[Collected data]
# # # # #

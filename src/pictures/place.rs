//! Where the plane lies on the page, and the outline as a path on it.

use crate::geometry::{Box2, Outline, Piece, Point};
use tiny_skia::{FillRule, Mask, Path, PathBuilder, Transform};

/// How far a chord may leave its curve, in pixels: invisible under anti-aliasing.
const SAGITTA: f64 = 0.04;

/// A rectangle of the page, pixels; may be fractional.
#[derive(Clone, Copy, Debug, PartialEq)]
pub struct Area {
    /// Left edge.
    pub left: f64,
    /// Upper edge.
    pub top: f64,
    /// Width.
    pub width: f64,
    /// Height.
    pub height: f64,
}

/// A map from the plane to the page: y points up there and down here.
#[derive(Clone, Copy, Debug, PartialEq)]
pub struct View {
    /// The box shown.
    pub bounds: Box2,
    /// Pixels to a unit of length.
    pub scale: f64,
    /// Pixel of the box's left edge.
    pub left: f64,
    /// Pixel of the box's upper edge.
    pub top: f64,
}

impl View {
    /// `bounds` as large as fits into `area`, in its middle.
    pub fn fit(bounds: Box2, area: Area) -> Self {
        let size = bounds.size();
        let scale = (area.width / size.x).min(area.height / size.y);
        Self {
            bounds,
            scale,
            left: area.left + (area.width - scale * size.x) / 2.0,
            top: area.top + (area.height - scale * size.y) / 2.0,
        }
    }

    /// The pixel of a point.
    pub fn pixel(&self, p: Point) -> (f64, f64) {
        (
            self.left + (p.x - self.bounds.lo.x) * self.scale,
            self.top + (self.bounds.hi.y - p.y) * self.scale,
        )
    }

    /// The point of a pixel.
    pub fn point(&self, x: f64, y: f64) -> Point {
        Point {
            x: self.bounds.lo.x + (x - self.left) / self.scale,
            y: self.bounds.hi.y - (y - self.top) / self.scale,
        }
    }

    /// The whole pixels the box touches, cut to a page of `width` by `height`: x from, x to,
    /// y from, y to.
    pub fn pixels(&self, width: u32, height: u32) -> (usize, usize, usize, usize) {
        let size = self.bounds.size() * self.scale;
        let lo = |v: f64| v.floor().max(0.0) as usize;
        let hi = |v: f64, end: u32| (v.ceil().max(0.0) as usize).min(end as usize);
        (
            lo(self.left),
            hi(self.left + size.x, width),
            lo(self.top),
            hi(self.top + size.y, height),
        )
    }

    /// The outline as a path; `None` when it has no loop.
    pub fn path(&self, outline: &Outline) -> Option<Path> {
        let mut builder = PathBuilder::new();
        for l in &outline.loops {
            let mut started = false;
            for piece in &l.pieces {
                let n = chords(piece, self.scale);
                for k in 0..n {
                    let (x, y) = self.pixel(piece.at(k as f64 / n as f64));
                    if started {
                        builder.line_to(x as f32, y as f32);
                    } else {
                        builder.move_to(x as f32, y as f32);
                        started = true;
                    }
                }
            }
            if started {
                builder.close();
            }
        }
        builder.finish()
    }
}

/// How much of each pixel of a rectangle of the page lies inside a path, 0 to 255, row by row from
/// the top; `start` and `size` are whole pixels.
pub fn coverage(path: &Path, start: (usize, usize), size: (usize, usize)) -> Option<Mask> {
    let mut mask = Mask::new(size.0 as u32, size.1 as u32)?;
    let shift = Transform::from_translate(-(start.0 as f32), -(start.1 as f32));
    mask.fill_path(path, FillRule::EvenOdd, true, shift);
    Some(mask)
}

/// Number of chords after which none leaves the piece by more than [`SAGITTA`]: the height of an
/// arc of length s and curvature κ over its chord is κs²/8.
fn chords(piece: &Piece, scale: f64) -> usize {
    if matches!(piece, Piece::Line { .. }) {
        return 1;
    }
    let worst = (0..=16)
        .map(|k| {
            let t = k as f64 / 16.0;
            let speed = piece.velocity(t).norm() * scale;
            speed * speed * piece.curvature(t).abs() / scale
        })
        .fold(0.0, f64::max);
    ((worst / (8.0 * SAGITTA)).sqrt().ceil() as usize).clamp(1, 4096)
}

#[cfg(test)]
mod tests {
    use super::*;

    fn at(x: f64, y: f64) -> Point {
        Point { x, y }
    }

    #[test]
    fn a_box_is_fitted_and_stands_upright() {
        let bounds = Box2 {
            lo: at(-2.0, 1.0),
            hi: at(2.0, 3.0),
        };
        let area = Area {
            left: 10.0,
            top: 20.0,
            width: 100.0,
            height: 100.0,
        };
        let v = View::fit(bounds, area);
        assert_eq!(v.scale, 25.0);
        assert_eq!(v.pixel(at(-2.0, 3.0)), (10.0, 45.0));
        assert_eq!(v.pixel(at(2.0, 1.0)), (110.0, 95.0));
        assert_eq!(v.point(110.0, 95.0), at(2.0, 1.0));
    }

    #[test]
    fn the_disc_covers_its_area() {
        let disc = Outline::disc(at(5.0, 5.0), 5.0).expect("a disc");
        let view = View::fit(
            disc.bounds(),
            Area {
                left: 10.0,
                top: 10.0,
                width: 300.0,
                height: 300.0,
            },
        );
        let mask =
            coverage(&view.path(&disc).expect("a loop"), (5, 7), (310, 310)).expect("a page");
        let sum: f64 = mask.data().iter().map(|&c| f64::from(c) / 255.0).sum();
        let exact = std::f64::consts::PI * 150.0 * 150.0;
        // 940 edge pixels, each known to a sixteenth
        assert!((sum / exact - 1.0).abs() < 1e-3, "{sum} against {exact}");
    }
}
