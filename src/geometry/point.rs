//! Points and boxes.

use std::ops::{Add, Mul, Neg, Sub};

/// A point, or a vector, of the plane.
#[derive(Clone, Copy, Debug, Default, PartialEq)]
pub struct Point {
    /// Abscissa.
    pub x: f64,
    /// Ordinate.
    pub y: f64,
}

/// Shorthand for [`Point`].
pub const fn pt(x: f64, y: f64) -> Point {
    Point { x, y }
}

impl Point {
    /// Scalar product.
    pub fn dot(self, o: Self) -> f64 {
        self.x * o.x + self.y * o.y
    }
    /// z component of the vector product.
    pub fn cross(self, o: Self) -> f64 {
        self.x * o.y - self.y * o.x
    }
    /// Euclidean length.
    pub fn norm(self) -> f64 {
        self.x.hypot(self.y)
    }
    /// The vector turned by +90°.
    pub fn left(self) -> Self {
        pt(-self.y, self.x)
    }
    /// Unit vector of the same direction; a zero vector stays zero.
    pub fn unit(self) -> Self {
        let n = self.norm();
        if n > 0.0 { self * (1.0 / n) } else { self }
    }
    /// The vector turned by the angle of the unit vector `e` (a product of complex numbers).
    pub fn turned(self, e: Self) -> Self {
        pt(self.x * e.x - self.y * e.y, self.x * e.y + self.y * e.x)
    }
    /// Mirror image in the x axis (the complex conjugate).
    pub fn conj(self) -> Self {
        pt(self.x, -self.y)
    }
    /// Angle of the vector, radians in (−π, π].
    pub fn angle(self) -> f64 {
        self.y.atan2(self.x)
    }
    /// Whether both coordinates are numbers.
    pub fn is_finite(self) -> bool {
        self.x.is_finite() && self.y.is_finite()
    }
    /// Coordinate 0 (x) or 1 (y).
    pub fn axis(self, axis: usize) -> f64 {
        if axis == 0 { self.x } else { self.y }
    }
    /// Unit vector of an angle in radians.
    pub fn polar(angle: f64) -> Self {
        pt(angle.cos(), angle.sin())
    }
}

impl Add for Point {
    type Output = Self;
    fn add(self, o: Self) -> Self {
        pt(self.x + o.x, self.y + o.y)
    }
}
impl Sub for Point {
    type Output = Self;
    fn sub(self, o: Self) -> Self {
        pt(self.x - o.x, self.y - o.y)
    }
}
impl Mul<f64> for Point {
    type Output = Self;
    fn mul(self, s: f64) -> Self {
        pt(self.x * s, self.y * s)
    }
}
impl Neg for Point {
    type Output = Self;
    fn neg(self) -> Self {
        pt(-self.x, -self.y)
    }
}

/// Unit vector of an angle, exact at the multiples of a right angle, so that turning by 90°
/// keeps upright edges upright.
pub(super) fn exact_polar(angle: f64) -> Point {
    let quarter = angle / std::f64::consts::FRAC_PI_2;
    let k = quarter.round();
    if (quarter - k).abs() > 4.0 * f64::EPSILON * k.abs().max(1.0) {
        return Point::polar(angle);
    }
    match k.rem_euclid(4.0) as u8 {
        0 => pt(1.0, 0.0),
        1 => pt(0.0, 1.0),
        2 => pt(-1.0, 0.0),
        _ => pt(0.0, -1.0),
    }
}

/// An axis-parallel box.
#[derive(Clone, Copy, Debug, PartialEq)]
pub struct Box2 {
    /// Lower left.
    pub lo: Point,
    /// Upper right.
    pub hi: Point,
}

impl Box2 {
    /// The box that holds nothing.
    pub const EMPTY: Self = Self {
        lo: pt(f64::INFINITY, f64::INFINITY),
        hi: pt(f64::NEG_INFINITY, f64::NEG_INFINITY),
    };
    /// Grows the box to hold `p`.
    pub fn include(&mut self, p: Point) {
        self.lo = pt(self.lo.x.min(p.x), self.lo.y.min(p.y));
        self.hi = pt(self.hi.x.max(p.x), self.hi.y.max(p.y));
    }
    /// Width and height.
    pub fn size(&self) -> Point {
        self.hi - self.lo
    }
    /// Length of the diagonal.
    pub fn diagonal(&self) -> f64 {
        self.size().norm()
    }
    /// Centre.
    pub fn centre(&self) -> Point {
        (self.lo + self.hi) * 0.5
    }
    /// The box with `margin` added on every side.
    pub fn widened(&self, margin: f64) -> Self {
        let m = pt(margin, margin);
        Self {
            lo: self.lo - m,
            hi: self.hi + m,
        }
    }
    /// Whether the boxes share a point.
    pub fn meets(&self, o: &Self) -> bool {
        self.lo.x <= o.hi.x && o.lo.x <= self.hi.x && self.lo.y <= o.hi.y && o.lo.y <= self.hi.y
    }
    /// Whether `p` is in the closed box.
    pub fn holds(&self, p: Point) -> bool {
        self.lo.x <= p.x && p.x <= self.hi.x && self.lo.y <= p.y && p.y <= self.hi.y
    }
    /// Distance of `p` from the box, 0 inside.
    pub fn distance(&self, p: Point) -> f64 {
        let d = |lo: f64, v: f64, hi: f64| (lo - v).max(v - hi).max(0.0);
        d(self.lo.x, p.x, self.hi.x).hypot(d(self.lo.y, p.y, self.hi.y))
    }
}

# # # # #

*PROBLEM REQUIREMENTS:* Report each line of the entries where the word "usize" occurs.

*TASK OUTPUT:*
    pub fn pixels(&self, width: u32, height: u32) -> (usize, usize, usize, usize) {
        let lo = |v: f64| v.floor().max(0.0) as usize;
        let hi = |v: f64, end: u32| (v.ceil().max(0.0) as usize).min(end as usize);
pub fn coverage(path: &Path, start: (usize, usize), size: (usize, usize)) -> Option<Mask> {
fn chords(piece: &Piece, scale: f64) -> usize {
    ((worst / (8.0 * SAGITTA)).sqrt().ceil() as usize).clamp(1, 4096)
    pub fn axis(self, axis: usize) -> f64 {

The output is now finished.